(ABOUT THIS EXERCISE):
Search the entries below for the word "return" and copy every line where it appears.

(RECORDS FOR THE TASK):

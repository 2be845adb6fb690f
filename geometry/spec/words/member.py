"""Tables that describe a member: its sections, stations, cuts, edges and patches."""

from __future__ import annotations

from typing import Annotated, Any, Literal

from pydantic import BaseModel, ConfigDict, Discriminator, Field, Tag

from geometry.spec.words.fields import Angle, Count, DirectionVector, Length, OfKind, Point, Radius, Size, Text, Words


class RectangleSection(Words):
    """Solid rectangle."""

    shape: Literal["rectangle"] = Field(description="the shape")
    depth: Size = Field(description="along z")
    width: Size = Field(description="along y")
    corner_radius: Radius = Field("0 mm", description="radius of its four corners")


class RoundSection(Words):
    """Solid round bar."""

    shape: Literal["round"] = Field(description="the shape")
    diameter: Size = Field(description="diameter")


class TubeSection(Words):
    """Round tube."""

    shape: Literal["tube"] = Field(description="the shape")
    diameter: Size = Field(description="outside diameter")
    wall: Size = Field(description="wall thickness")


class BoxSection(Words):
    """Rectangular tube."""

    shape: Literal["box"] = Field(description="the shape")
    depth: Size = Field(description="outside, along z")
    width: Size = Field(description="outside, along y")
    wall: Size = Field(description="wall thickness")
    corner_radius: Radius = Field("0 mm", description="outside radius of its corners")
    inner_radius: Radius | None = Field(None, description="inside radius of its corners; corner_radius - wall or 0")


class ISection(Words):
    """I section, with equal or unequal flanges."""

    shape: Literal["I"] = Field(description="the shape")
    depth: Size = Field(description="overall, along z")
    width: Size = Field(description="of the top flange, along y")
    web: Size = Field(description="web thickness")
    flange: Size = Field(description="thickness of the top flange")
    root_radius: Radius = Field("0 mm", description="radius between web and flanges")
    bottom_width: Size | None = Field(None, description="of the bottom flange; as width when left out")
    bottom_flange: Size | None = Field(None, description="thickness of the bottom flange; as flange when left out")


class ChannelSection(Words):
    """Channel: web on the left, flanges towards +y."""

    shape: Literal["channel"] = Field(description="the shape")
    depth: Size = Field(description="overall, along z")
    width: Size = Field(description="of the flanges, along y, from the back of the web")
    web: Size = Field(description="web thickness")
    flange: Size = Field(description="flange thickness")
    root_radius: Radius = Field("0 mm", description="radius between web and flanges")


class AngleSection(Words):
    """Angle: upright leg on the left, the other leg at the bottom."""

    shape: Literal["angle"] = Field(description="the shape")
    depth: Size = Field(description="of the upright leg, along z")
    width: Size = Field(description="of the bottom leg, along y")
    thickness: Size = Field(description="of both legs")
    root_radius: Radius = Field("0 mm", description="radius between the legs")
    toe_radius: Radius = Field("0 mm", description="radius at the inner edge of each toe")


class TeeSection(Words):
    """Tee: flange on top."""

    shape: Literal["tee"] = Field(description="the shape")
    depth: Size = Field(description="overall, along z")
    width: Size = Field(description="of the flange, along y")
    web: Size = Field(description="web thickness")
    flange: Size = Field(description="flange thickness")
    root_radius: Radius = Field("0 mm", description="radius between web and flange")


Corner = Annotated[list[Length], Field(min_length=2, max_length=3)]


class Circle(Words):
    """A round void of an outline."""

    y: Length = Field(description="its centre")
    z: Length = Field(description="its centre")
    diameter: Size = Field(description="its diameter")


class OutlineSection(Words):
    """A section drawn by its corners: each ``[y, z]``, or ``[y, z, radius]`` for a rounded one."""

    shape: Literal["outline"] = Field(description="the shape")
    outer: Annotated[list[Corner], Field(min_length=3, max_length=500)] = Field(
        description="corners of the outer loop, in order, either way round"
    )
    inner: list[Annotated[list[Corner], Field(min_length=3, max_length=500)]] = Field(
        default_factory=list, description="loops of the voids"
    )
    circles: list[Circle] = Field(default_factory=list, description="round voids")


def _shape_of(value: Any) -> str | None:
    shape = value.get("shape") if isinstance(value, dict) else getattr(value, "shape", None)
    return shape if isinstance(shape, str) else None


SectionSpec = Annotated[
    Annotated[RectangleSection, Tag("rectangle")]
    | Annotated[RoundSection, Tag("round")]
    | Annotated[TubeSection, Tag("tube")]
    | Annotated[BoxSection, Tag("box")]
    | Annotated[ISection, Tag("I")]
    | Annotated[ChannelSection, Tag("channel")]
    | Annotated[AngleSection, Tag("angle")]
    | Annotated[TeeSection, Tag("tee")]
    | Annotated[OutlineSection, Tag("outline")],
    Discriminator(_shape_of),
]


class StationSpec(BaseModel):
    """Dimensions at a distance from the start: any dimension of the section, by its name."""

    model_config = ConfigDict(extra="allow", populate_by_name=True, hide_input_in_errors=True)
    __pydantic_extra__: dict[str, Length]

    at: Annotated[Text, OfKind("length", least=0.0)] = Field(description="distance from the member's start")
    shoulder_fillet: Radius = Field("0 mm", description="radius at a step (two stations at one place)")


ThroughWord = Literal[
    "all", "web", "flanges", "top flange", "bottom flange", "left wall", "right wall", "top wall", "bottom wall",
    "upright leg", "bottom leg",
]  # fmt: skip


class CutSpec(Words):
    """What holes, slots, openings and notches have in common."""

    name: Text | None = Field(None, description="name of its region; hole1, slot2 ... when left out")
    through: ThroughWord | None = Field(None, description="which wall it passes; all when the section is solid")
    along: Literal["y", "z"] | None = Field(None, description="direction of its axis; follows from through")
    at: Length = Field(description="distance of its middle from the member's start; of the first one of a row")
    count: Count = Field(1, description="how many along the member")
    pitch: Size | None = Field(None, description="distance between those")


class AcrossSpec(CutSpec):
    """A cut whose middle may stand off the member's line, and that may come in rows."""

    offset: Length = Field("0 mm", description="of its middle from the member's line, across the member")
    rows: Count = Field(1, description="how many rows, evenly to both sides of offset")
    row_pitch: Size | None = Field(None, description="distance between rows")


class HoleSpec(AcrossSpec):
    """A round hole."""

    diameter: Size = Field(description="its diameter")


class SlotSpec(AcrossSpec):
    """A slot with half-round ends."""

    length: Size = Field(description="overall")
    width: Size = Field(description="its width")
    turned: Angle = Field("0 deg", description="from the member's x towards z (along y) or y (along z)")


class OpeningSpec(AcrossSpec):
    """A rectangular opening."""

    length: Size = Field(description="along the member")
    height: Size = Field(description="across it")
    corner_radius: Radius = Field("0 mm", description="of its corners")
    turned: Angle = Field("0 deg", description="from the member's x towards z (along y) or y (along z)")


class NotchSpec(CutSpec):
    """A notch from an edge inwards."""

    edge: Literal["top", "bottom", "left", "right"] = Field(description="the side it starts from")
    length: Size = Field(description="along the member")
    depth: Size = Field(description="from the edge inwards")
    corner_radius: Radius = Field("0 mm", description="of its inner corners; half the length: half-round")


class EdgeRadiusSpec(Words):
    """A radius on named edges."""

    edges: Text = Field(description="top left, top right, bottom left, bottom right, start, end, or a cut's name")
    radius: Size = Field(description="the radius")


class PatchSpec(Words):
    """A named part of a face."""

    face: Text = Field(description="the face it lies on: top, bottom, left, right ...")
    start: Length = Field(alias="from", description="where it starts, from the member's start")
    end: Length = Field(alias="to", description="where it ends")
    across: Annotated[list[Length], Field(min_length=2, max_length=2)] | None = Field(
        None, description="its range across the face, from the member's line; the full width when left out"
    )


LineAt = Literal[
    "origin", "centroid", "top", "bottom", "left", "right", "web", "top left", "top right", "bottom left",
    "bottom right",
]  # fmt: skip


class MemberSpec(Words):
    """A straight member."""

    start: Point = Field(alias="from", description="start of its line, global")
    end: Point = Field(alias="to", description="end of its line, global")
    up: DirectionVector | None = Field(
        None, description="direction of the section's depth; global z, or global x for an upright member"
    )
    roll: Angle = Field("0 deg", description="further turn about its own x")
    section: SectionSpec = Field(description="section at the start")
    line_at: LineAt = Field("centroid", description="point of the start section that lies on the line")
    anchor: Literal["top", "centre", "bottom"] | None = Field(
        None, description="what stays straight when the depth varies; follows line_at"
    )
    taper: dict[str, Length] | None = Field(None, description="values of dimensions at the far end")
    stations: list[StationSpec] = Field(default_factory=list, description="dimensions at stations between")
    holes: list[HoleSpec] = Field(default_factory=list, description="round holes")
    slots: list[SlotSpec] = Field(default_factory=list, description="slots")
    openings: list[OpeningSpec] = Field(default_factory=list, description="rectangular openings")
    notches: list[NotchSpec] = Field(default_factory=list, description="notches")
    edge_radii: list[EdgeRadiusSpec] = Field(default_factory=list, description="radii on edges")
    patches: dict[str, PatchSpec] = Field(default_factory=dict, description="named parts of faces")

==

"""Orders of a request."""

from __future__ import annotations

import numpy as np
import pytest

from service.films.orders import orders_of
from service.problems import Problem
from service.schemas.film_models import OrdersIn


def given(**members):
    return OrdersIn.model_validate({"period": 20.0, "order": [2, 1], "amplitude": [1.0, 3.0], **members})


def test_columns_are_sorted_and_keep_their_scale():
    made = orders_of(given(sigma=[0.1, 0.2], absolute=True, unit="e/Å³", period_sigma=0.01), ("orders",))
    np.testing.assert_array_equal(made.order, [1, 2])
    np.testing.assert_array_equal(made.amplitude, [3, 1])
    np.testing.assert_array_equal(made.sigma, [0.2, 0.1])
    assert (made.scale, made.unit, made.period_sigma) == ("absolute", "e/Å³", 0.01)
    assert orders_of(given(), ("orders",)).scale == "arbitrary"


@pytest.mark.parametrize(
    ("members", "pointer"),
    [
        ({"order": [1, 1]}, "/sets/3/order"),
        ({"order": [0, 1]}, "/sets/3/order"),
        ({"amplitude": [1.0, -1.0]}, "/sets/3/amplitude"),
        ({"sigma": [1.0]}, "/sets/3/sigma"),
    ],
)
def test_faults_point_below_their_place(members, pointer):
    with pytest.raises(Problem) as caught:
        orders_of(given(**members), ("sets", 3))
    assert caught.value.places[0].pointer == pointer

(RESPONSE BELOW):
    return shape if isinstance(shape, str) else None
    return OrdersIn.model_validate({"period": 20.0, "order": [2, 1], "amplitude": [1.0, 3.0], **members})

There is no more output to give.